Well, I'm currently in Canada, born and grew up in Scotland. Lived in (southern) Ireland, Denmark and Australia, with short (3 -4 month) stops in New Zealand and US. Phew! I'm just glad to be able to stay put in one place now! However, a son is in the midst of moving to Holland, so it's back on the plane and over the pond again...

I thought of Portugal for retirement and still like the idea, but just can't be bothered with all the upheaval of moving there, so I think is wet and wonderful BC, Canada for me.


----------



## Ameriscot (Nov 7, 2014)

Oceana said:


> Well, I'm currently in Canada, born and grew up in Scotland. Lived in (southern) Ireland, Denmark and Australia, with short (3 -4 month) stops in New Zealand and US. Phew! I'm just glad to be able to stay put in one place now! However, a son is in the midst of moving to Holland, so it's back on the plane and over the pond again...
> 
> I thought of Portugal for retirement and still like the idea, but just can't be bothered with all the upheaval of moving there, so I think is wet and wonderful BC, Canada for me.



Wow!  You've been around.  I've always had itchy feet and way back in the 1980's I had the notion that in the future I'd live in another country.  At the time I didn't think I'd want to leave the US permanently.
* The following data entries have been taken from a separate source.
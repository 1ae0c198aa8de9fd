import { cookies } from 'next/headers';
import { AppError, toErrorResponse } from '@/lib/api/errors';
import { parseBody } from '@/lib/api/request';
import { startDemoSession } from '@/lib/auth/demo';
import { sessionCookieName } from '@/lib/auth/options';
import { demoSignInSchema } from '@/lib/auth/schemas';
import { getEnv } from '@/lib/env';

/** Demo mode only: sign in as one of the seeded demo people with one click. Elsewhere this is a 404. */
export async function POST(request: Request): Promise<Response> {
  try {
    const env = getEnv();
    if (!env.DEMO_MODE) throw new AppError('not_found', 'There is no such page.', 404);
    // A form on another site must not be able to sign a visitor in as someone else.
    const origin = request.headers.get('origin');
    if (origin && origin !== new URL(env.APP_URL).origin) {
      throw new AppError('cross_site', 'Sign in from the Demold sign-in page itself.', 403);
    }
    const input = await parseBody(request, demoSignInSchema);
    const { sessionToken, expires } = await startDemoSession(input.email);
    (await cookies()).set(sessionCookieName(), sessionToken, {
      httpOnly: true,
      sameSite: 'lax',
      path: '/',
      secure: env.APP_URL.startsWith('https://'),
      expires,
    });
    return Response.json({ url: input.callbackUrl ?? '/' }, { headers: { 'Cache-Control': 'no-store' } });
  } catch (error) {
    return toErrorResponse(error);
  }
}
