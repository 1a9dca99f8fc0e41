import type { BeamSolution } from "../beam/index.js";
import { describeValue, fail } from "../errors/index.js";
import { coincidenceTolerance } from "../math/index.js";
import type { Extremes, PiecewisePolynomial } from "../math/index.js";
import type { ModelDiagram, ModelDiagramPiece, ModelDiagrams, ModelPeaks, ModelScale } from "./analysis.js";
import type { ModelUnits } from "./model.js";

/**
 * Re-expresses a piecewise polynomial of x in SI as one of x in the model's length unit, values
 * in the model's unit: with x_SI = s_x x and value = v_SI / s_v, the coefficient of
 * (x - from)^k becomes c_k s_x^k / s_v (exact up to one rounding per coefficient).
 */
export function diagramInModelUnits(pp: PiecewisePolynomial, lengthScale: number, valueScale: number, unit: string): ModelDiagram {
  const stride = pp.degree + 1;
  const pieces: ModelDiagramPiece[] = [];
  for (let i = 0; i + 1 < pp.breaks.length; i++) {
    const coefficients: number[] = [];
    let power = 1;
    for (let k = 0; k < stride; k++) {
      coefficients.push(((pp.coefficients[i * stride + k] ?? 0) * power) / valueScale);
      power *= lengthScale;
    }
    pieces.push({ from: (pp.breaks[i] ?? 0) / lengthScale, to: (pp.breaks[i + 1] ?? 0) / lengthScale, coefficients });
  }
  return { unit, pieces };
}

/** Shear, moment, slope and deflection of a solution in the model's units. */
export function diagramsOf(solution: BeamSolution, scale: ModelScale, units: ModelUnits): ModelDiagrams {
  return {
    shear: diagramInModelUnits(solution.shear, scale.length, scale.force, units.force),
    moment: diagramInModelUnits(solution.moment, scale.length, scale.moment, units.moment),
    slope: diagramInModelUnits(solution.slope, scale.length, scale.rotation, units.rotation),
    deflection: diagramInModelUnits(solution.deflection, scale.length, scale.deflection, units.deflection),
  };
}

/** Peaks in SI converted to the model's units (positions in the length unit). */
export function peaksInModelUnits(peaks: Extremes, lengthScale: number, valueScale: number): ModelPeaks {
  return {
    max: { value: peaks.max.value / valueScale, at: peaks.max.at / lengthScale },
    min: { value: peaks.min.value / valueScale, at: peaks.min.at / lengthScale },
  };
}

/**
 * Evaluates a diagram of {@link analyzeModel}'s results at `x` (length unit), with the reading
 * rules of the math layer's `evaluatePiecewise` (docs/tolerances.md): at a break where the diagram
 * jumps (shear under a point load), `side` picks the limit from the left or the right; without a
 * side, the right limit, except at the last break, where it is the left one (the value on the
 * member at each end). A side pointing off the member (`"left"` at the first break, `"right"` at
 * the last) gives 0: a diagram is zero off its member, so the jump at an end is the end's
 * reaction. A position within the coincidence tolerance (1e-9 of the diagram's length) past an
 * end is at that end; further out is refused.
 *
 * @param diagram - A diagram from `ModelAnalysis.diagrams`.
 * @param x - Position from the left end, in the model's length unit, within the member.
 * @param side - `"left"` or `"right"` limit at a break; default as above.
 * @returns The value in `diagram.unit`.
 * @throws FlexuraError `outside-domain` (x NaN, or outside the member by more than the tolerance),
 *   `not-a-number` (x not a number), `unknown-side`, `diagram-invalid` (no pieces, or pieces whose
 *   ends are not finite and increasing).
 * @example
 * ```ts
 * const a = analyzeModel(parseModel(file));
 * evaluateDiagram(a.diagrams.moment, 2.5); // bending moment at x = 2.5, in a.units.moment
 * evaluateDiagram(a.diagrams.shear, 0, "left"); // 0: off the member
 * ```
 */
export function evaluateDiagram(diagram: ModelDiagram, x: number, side?: "left" | "right"): number {
  const pieces: readonly ModelDiagramPiece[] = typeof diagram === "object" && diagram !== null && Array.isArray(diagram.pieces) ? diagram.pieces : [];
  const first = pieces[0];
  const last = pieces[pieces.length - 1];
  if (first === undefined || last === undefined || !(Number.isFinite(first.from) && Number.isFinite(last.to) && last.to >= first.from))
    fail("diagram-invalid", ["diagram"], `A diagram is { unit, pieces: [{ from, to, coefficients }] } with at least one piece, its ends finite and increasing; got ${describeValue(diagram)}.`);
  if (side !== undefined && side !== "left" && side !== "right") fail("unknown-side", ["side"], `The side is "left" or "right"; got ${describeValue(side)}.`);
  if (typeof x !== "number") fail("not-a-number", ["x"], `The position x is a number in the model's length unit; got ${describeValue(x)}.`);
  const x0 = first.from;
  const x1 = last.to;
  const slack = coincidenceTolerance(x1 - x0);
  if (!(x >= x0 - slack && x <= x1 + slack)) fail("outside-domain", ["x"], `x = ${x} lies outside the member, [${x0}, ${x1}].`, { x });
  if (x <= x0) {
    if (side === "left") return 0;
    return polynomialValue(first.coefficients, 0);
  }
  if (x >= x1) {
    if (side === "right") return 0;
    return polynomialValue(last.coefficients, x1 - last.from);
  }
  // the piece holding x: the last that starts before x (at x itself for the right limit)
  let index = 0;
  for (let i = 1; i < pieces.length; i++) {
    const p = pieces[i] as ModelDiagramPiece;
    if (side === "left" ? x > p.from : x >= p.from) index = i;
    else break;
  }
  const piece = pieces[index] as ModelDiagramPiece;
  return polynomialValue(piece.coefficients, Math.min(Math.max(x, piece.from), piece.to) - piece.from);
}

/** sum c_k t^k by Horner's rule. */
function polynomialValue(coefficients: readonly number[], t: number): number {
  let value = 0;
  for (let k = coefficients.length - 1; k >= 0; k--) value = value * t + (coefficients[k] ?? 0);
  return value;
}
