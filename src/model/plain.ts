/**
 * A copy of plain data (objects, arrays, numbers, strings, booleans) with every -0 made 0, so that
 * the typed results and their JSON form (which cannot hold -0) are equal value for value.
 */
export function withoutNegativeZero<T>(value: T): T {
  if (typeof value === "number") return (value === 0 ? 0 : value) as T;
  if (Array.isArray(value)) return value.map(withoutNegativeZero) as T;
  if (typeof value === "object" && value !== null) {
    return Object.fromEntries(Object.entries(value).map(([k, v]) => [k, withoutNegativeZero(v)])) as T;
  }
  return value;
}
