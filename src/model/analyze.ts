import { solveBeam, type BeamInput, type BeamSolution } from "../beam/index.js";
import { attempt, FlexuraError, isFlexuraError, type FlexuraIssue, type Result } from "../errors/index.js";
import type { ModelAnalysis, ModelScale, ModelWarning } from "./analysis.js";
import { combinationResults, withSelfWeight } from "./analyze-combinations.js";
import { beamInputInSI } from "./beam-input.js";
import { modelVerdicts } from "./checks.js";
import { diagramsOf, peaksInModelUnits } from "./diagrams.js";
import type { Model } from "./model.js";
import { sectionInSI, sectionResult, withDeprecatedNames, type SectionInSI } from "./model-section.js";
import { plainResults } from "./plain.js";
import { refuseNotFinite, stiffnessPath } from "./not-finite.js";
import { resolveCombinations } from "./resolve-combinations.js";
import { checkTypedModel } from "./typed-check.js";
import { scaleOfUnits } from "./units.js";

function fullScale(model: Model): ModelScale {
  const found: FlexuraIssue[] = [];
  const scale = scaleOfUnits(model.units, found);
  if (found.length > 0) throw new FlexuraError(found);
  return scale as ModelScale;
}

/** Beam issues point at the solver's input; point them at the model's fields instead. */
function toModelPath(i: FlexuraIssue, model: Model): FlexuraIssue {
  const [head, ...rest] = i.path;
  if (head === "stiffness") return { ...i, path: model.segments === undefined ? stiffnessPath(model) : ["segments", ...rest] };
  if (head === "length") return { ...i, path: ["length"] };
  return i;
}

function inputOf(model: Model, scale: ModelScale, section: SectionInSI | undefined): BeamInput {
  const input = beamInputInSI(model, scale, section?.properties.secondMomentZ);
  if (input === undefined) {
    throw new FlexuraError([{ code: "stiffness-missing", path: ["I"], message: 'Give the member\'s stiffness: "E" and "I", or "segments", or a "section" with a "material".' }]);
  }
  return input;
}

function solve(model: Model, input: BeamInput): BeamSolution {
  try {
    return solveBeam(input);
  } catch (e) {
    if (!isFlexuraError(e)) throw e;
    throw new FlexuraError(e.issues.map((i) => toModelPath(i, model)));
  }
}

/** True when the section's product moment of area is not negligible (its principal axes are not y and z). */
function axesInclined(section: SectionInSI): boolean {
  const p = section.properties;
  return Math.abs(p.productMoment) > 1e-9 * Math.sqrt(p.secondMomentY * p.secondMomentZ);
}

/**
 * Analyses a model: converts it to SI, solves the member, and when the model has a section,
 * computes its properties and the extreme bending and shear stresses; checks the member against
 * the model's limits. Stresses and checks come from the member-check module (`checkMember` of
 * `flexura/check`, run on the member in SI), so a model and a direct call give the same verdicts. The main results have every load acting with factor 1 (the self-weight
 * included); with `cases`, `combinations` holds each case solved once, the combinations formed by
 * superposition with their envelopes over every pattern (each peak naming its governing
 * combination), the reaction envelopes and the utilisation table of the check groups (see
 * docs/combinations.md). Results are in the model's own units, named in `units`.
 *
 * Sign conventions: reactions positive upward and counterclockwise; moment positive sagging;
 * shear V = dM/dx; slope positive counterclockwise; deflection positive upward; stress positive
 * in tension, sigma = -M y / I_z (y up from the centroid); shear stress tau = V Q / (I b) at the
 * height where it peaks.
 *
 * @param model - A model from {@link parseModel}. It is not changed.
 * @returns Reactions, peaks, diagrams, section properties, stresses and checks.
 * @throws FlexuraError `wrong-type`, `not-finite`, `not-an-option`, `too-many-items` for a model built in code whose
 *   fields are not of their types (`length: "6"`, a load's `value: [3]`); `result-not-finite` when a result (a deflection, a moment, a stress, a
 *   utilisation) would be NaN or infinite in double precision, with the path of the input that
 *   caused it (`I`, `section`, `loads`, `limits.bendingStress`); the solver's codes (`mechanism`, `support-duplicate`, `stiffness-not-tiling`,
 *   ...; see docs/errors.md) with paths into the model; the section builders' codes under `section`;
 *   unit codes under `units` for a hand-made model with bad units; `stiffness-missing`.
 * @example
 * ```ts
 * const analysis = analyzeModel(parseModel({
 *   length: 6, E: "200 GPa", I: "8.5e7 mm^4",
 *   supports: [{ at: 0, type: "pin" }, { at: 6, type: "roller" }],
 *   loads: [{ type: "distributed", start: 12 }],
 * }));
 * analysis.moment.max; // { value: 54, at: 3 } (kN*m, m): w L^2 / 8
 * ```
 */
export function analyzeModel(model: Model): ModelAnalysis {
  checkTypedModel(model);
  const scale = fullScale(model);
  const section = sectionInSI(model, scale);
  const found: FlexuraIssue[] = [];
  resolveCombinations(model, found);
  if (found.length > 0) throw new FlexuraError(found);
  const input = withSelfWeight(model, scale, section, inputOf(model, scale, section));
  const solution = solve(model, input);
  const combinations = combinationResults(model, scale, section, input);
  const warnings: ModelWarning[] = solution.warnings.map((w) => ({ code: w.code, message: w.message }));
  if (section !== undefined && axesInclined(section)) {
    warnings.push({
      code: "section-axes-inclined",
      message: "The section's principal axes are inclined (I_yz is not 0, as for an angle): the stresses and deflections are for bending about the horizontal axis, which holds only when the member is restrained from deflecting sideways.",
    });
  }
  const { checks, stress } = modelVerdicts(model, solution, section, scale, warnings);
  const peaks = solution.peaks;
  const plain = plainResults({
    reactions: solution.reactions.map((r) => ({
      support: r.support,
      kind: model.supports[r.support]?.kind ?? "pin",
      at: r.at / scale.length,
      force: r.force / scale.force,
      moment: r.moment / scale.moment,
    })),
    shear: peaksInModelUnits(peaks.shear, scale.length, scale.force),
    moment: peaksInModelUnits(peaks.moment, scale.length, scale.moment),
    slope: peaksInModelUnits(peaks.slope, scale.length, scale.rotation),
    deflection: peaksInModelUnits(peaks.deflection, scale.length, scale.deflection),
    ...(section === undefined || model.section === undefined ? {} : { section: sectionResult(model.section.shape, section.properties, scale) }),
    ...(stress === undefined ? {} : { stress }),
    checks,
    pass: (checks.length > 0 || (combinations?.checks.length ?? 0) > 0) && checks.every((c) => c.pass) && combinations?.pass !== false,
    diagrams: diagramsOf(solution, scale, model.units),
    warnings,
    ...(combinations === undefined ? {} : { combinations }),
  });
  if (plain.notFinite !== undefined) refuseNotFinite(model, plain.notFinite, plain.bad);
  const results = plain.value;
  return {
    model,
    units: model.units,
    scale,
    ...results,
    ...(results.section === undefined ? {} : { section: withDeprecatedNames(results.section) }),
    solution,
    ...(section === undefined ? {} : { sectionGeometry: section.geometry }),
  };
}

/**
 * The non-throwing form of {@link analyzeModel}.
 *
 * @example
 * ```ts
 * const r = tryAnalyzeModel(model);
 * if (!r.ok) console.log(r.error.issues.map((i) => i.message));
 * ```
 */
export function tryAnalyzeModel(model: Model): Result<ModelAnalysis> {
  return attempt(() => analyzeModel(model));
}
But have changed my mind.  We are in a home amidst gorgeous scenery, a beautiful 1/2 acre garden thanks to my hubby, and a convenient location to Glasgow for airport and shopping, etc.  

But as many times as I've moved (23) you'd think I'd be happy to stay put.  I've always looked forward to the next place I'd be living, and now I have that and feel a bit letdown.  
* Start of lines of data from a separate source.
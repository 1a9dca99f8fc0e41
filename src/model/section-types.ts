// The typed cross-section of a model: what `parseModel` makes of a file's `section`.
import type { ModelMaterial } from "./model.js";

/** The names of the standard shapes given by named dimensions (see {@link ModelShapeSection}). */
export type ModelShapeName = "rectangle" | "circle" | "pipe" | "i-section" | "tee" | "channel" | "angle" | "rectangular-hollow";

/**
 * A standard shape given by its named dimensions, each in the section-length unit: `shape` names
 * the builder of the section module (`"rectangle"`, `"i-section"`, `"channel"`, ...);
 * `dimensions` holds its dimensions exactly as written in the file, converted to numbers.
 */
export interface ModelShapeSection {
  /** The shape's name as written in the model file, such as `"i-section"`. */
  readonly shape: ModelShapeName;
  /** The shape's dimensions by name, in the section-length unit. */
  readonly dimensions: Readonly<Record<string, number>>;
}

/** One plate of a plate girder's flange, in the section-length unit. */
export interface ModelPlate {
  /** Plate width across the member (section-length unit, > 0). */
  readonly width: number;
  /** Plate thickness (section-length unit, > 0). */
  readonly thickness: number;
}

/** A plate girder's web plate, in the section-length unit. */
export interface ModelWebPlate {
  /** Depth of the web between the flanges (section-length unit, > 0). */
  readonly depth: number;
  /** Web thickness (section-length unit, > 0). */
  readonly thickness: number;
}

/** A welded plate girder from its plates; the web is centred under the flanges. */
export interface ModelPlateGirderSection {
  /** Tag. */
  readonly shape: "plate-girder";
  /** The top flange plate. */
  readonly topFlange: ModelPlate;
  /** The web plate. */
  readonly web: ModelWebPlate;
  /** The bottom flange plate; the top flange's when absent. */
  readonly bottomFlange?: ModelPlate;
}

/** A point of the section plane, in the section-length unit: `y` up, `z` horizontal. */
export interface ModelSectionPoint {
  /** Height, positive up (section-length unit). */
  readonly y: number;
  /** Horizontal position (section-length unit). */
  readonly z: number;
}

/** What every part of a built-up section may carry besides its geometry. */
interface ModelPartCommon {
  /** True for a hole (taken away from the solid it lies in). */
  readonly hole: boolean;
  /** The part's own material (its E in the modulus unit), when it differs from the model's. */
  readonly material?: ModelMaterial;
  /** The part's modular ratio n = E_part / E of the model's material, when given instead of `material`. */
  readonly modularRatio?: number;
  /**
   * Allowable bending stress in this part (stress unit), checked against its own peak stress
   * n M y / I_z in a section of several materials; parts of the model's material default to
   * `limits.bendingStress`.
   */
  readonly bendingStress?: number;
  /**
   * Allowable shear stress in this part (stress unit), checked against its own peak shear stress
   * n |V| Q* / (I* b*) in a section of several materials; parts of the model's material default
   * to `limits.shearStress`.
   */
  readonly shearStress?: number;
}

/** A simple polygon, corners in order (either winding), in the section-length unit. */
export interface ModelPolygonPart extends ModelPartCommon {
  /** Tag. */
  readonly kind: "polygon";
  /** The corners, at least three, not repeated. */
  readonly points: readonly ModelSectionPoint[];
}

/** A full circle. */
export interface ModelCirclePart extends ModelPartCommon {
  /** Tag. */
  readonly kind: "circle";
  /** Its centre. */
  readonly centre: ModelSectionPoint;
  /** Its radius (section-length unit, > 0). */
  readonly radius: number;
}

/** A circular sector; angles in the rotation unit, counterclockwise from the +z axis towards +y. */
export interface ModelSectorPart extends ModelPartCommon {
  /** Tag. */
  readonly kind: "sector";
  /** Centre of the circle it is cut from. */
  readonly centre: ModelSectionPoint;
  /** Radius (section-length unit, > 0). */
  readonly radius: number;
  /** Angle of the first straight edge (rotation unit). */
  readonly startAngle: number;
  /** Angle swept counterclockwise (rotation unit, more than 0, at most a full turn). */
  readonly sweep: number;
}

/**
 * A fillet: the square of side `radius` with a corner at `corner`, legs along `orientation` and a
 * quarter turn further, less the quarter disc centred on the opposite corner (as in the section module).
 */
export interface ModelFilletPart extends ModelPartCommon {
  /** Tag. */
  readonly kind: "fillet";
  /** The corner it fills. */
  readonly corner: ModelSectionPoint;
  /** Its radius (section-length unit, > 0). */
  readonly radius: number;
  /** Direction of its first leg (rotation unit, counterclockwise from +z). */
  readonly orientation: number;
}

/** Any part of a built-up section, tagged by `kind` (JSON `type`). */
export type ModelSectionPart = ModelPolygonPart | ModelCirclePart | ModelSectorPart | ModelFilletPart;

/**
 * A section built from parts (polygons, circles, sectors, fillets; solids and holes), possibly
 * of several materials: a part with `material` or `modularRatio` differs from the model's
 * material, which every other solid part has and to which the section is transformed.
 */
export interface ModelBuiltUpSection {
  /** Tag. */
  readonly shape: "built-up";
  /** The parts, in the order given. */
  readonly parts: readonly ModelSectionPart[];
}

/**
 * A model's cross-section: a standard shape by its dimensions, a plate girder by its plates, or a
 * built-up section by its parts; every length in the section-length unit.
 */
export type ModelSection = ModelShapeSection | ModelPlateGirderSection | ModelBuiltUpSection;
I've thought about moving to a warm climate but I'd miss Scotland too much.  So we solve that by going somewhere warm in the winter.


----------



## Lyn (Nov 11, 2014)

i admire your spunk in moving to Scotland.  I have learned to never say never, but I cannot think of any circumstances where I would leave the US permanently.  I would like to visit Scotland and Ireland both.  My father's people were from Scotland.  He was always very proud of his heritage.  My mother's people were from Ireland.  I enjoyed reading, look forward to more.


----------



## Ameriscot (Nov 12, 2014)

Lyn said:


> i admire your spunk in moving to Scotland.  I have learned to never say never, but I cannot think of any circumstances where I would leave the US permanently.  I would like to visit Scotland and Ireland both.  My father's people were from Scotland.  He was always very proud of his heritage.  My mother's people were from Ireland.  I enjoyed reading, look forward to more.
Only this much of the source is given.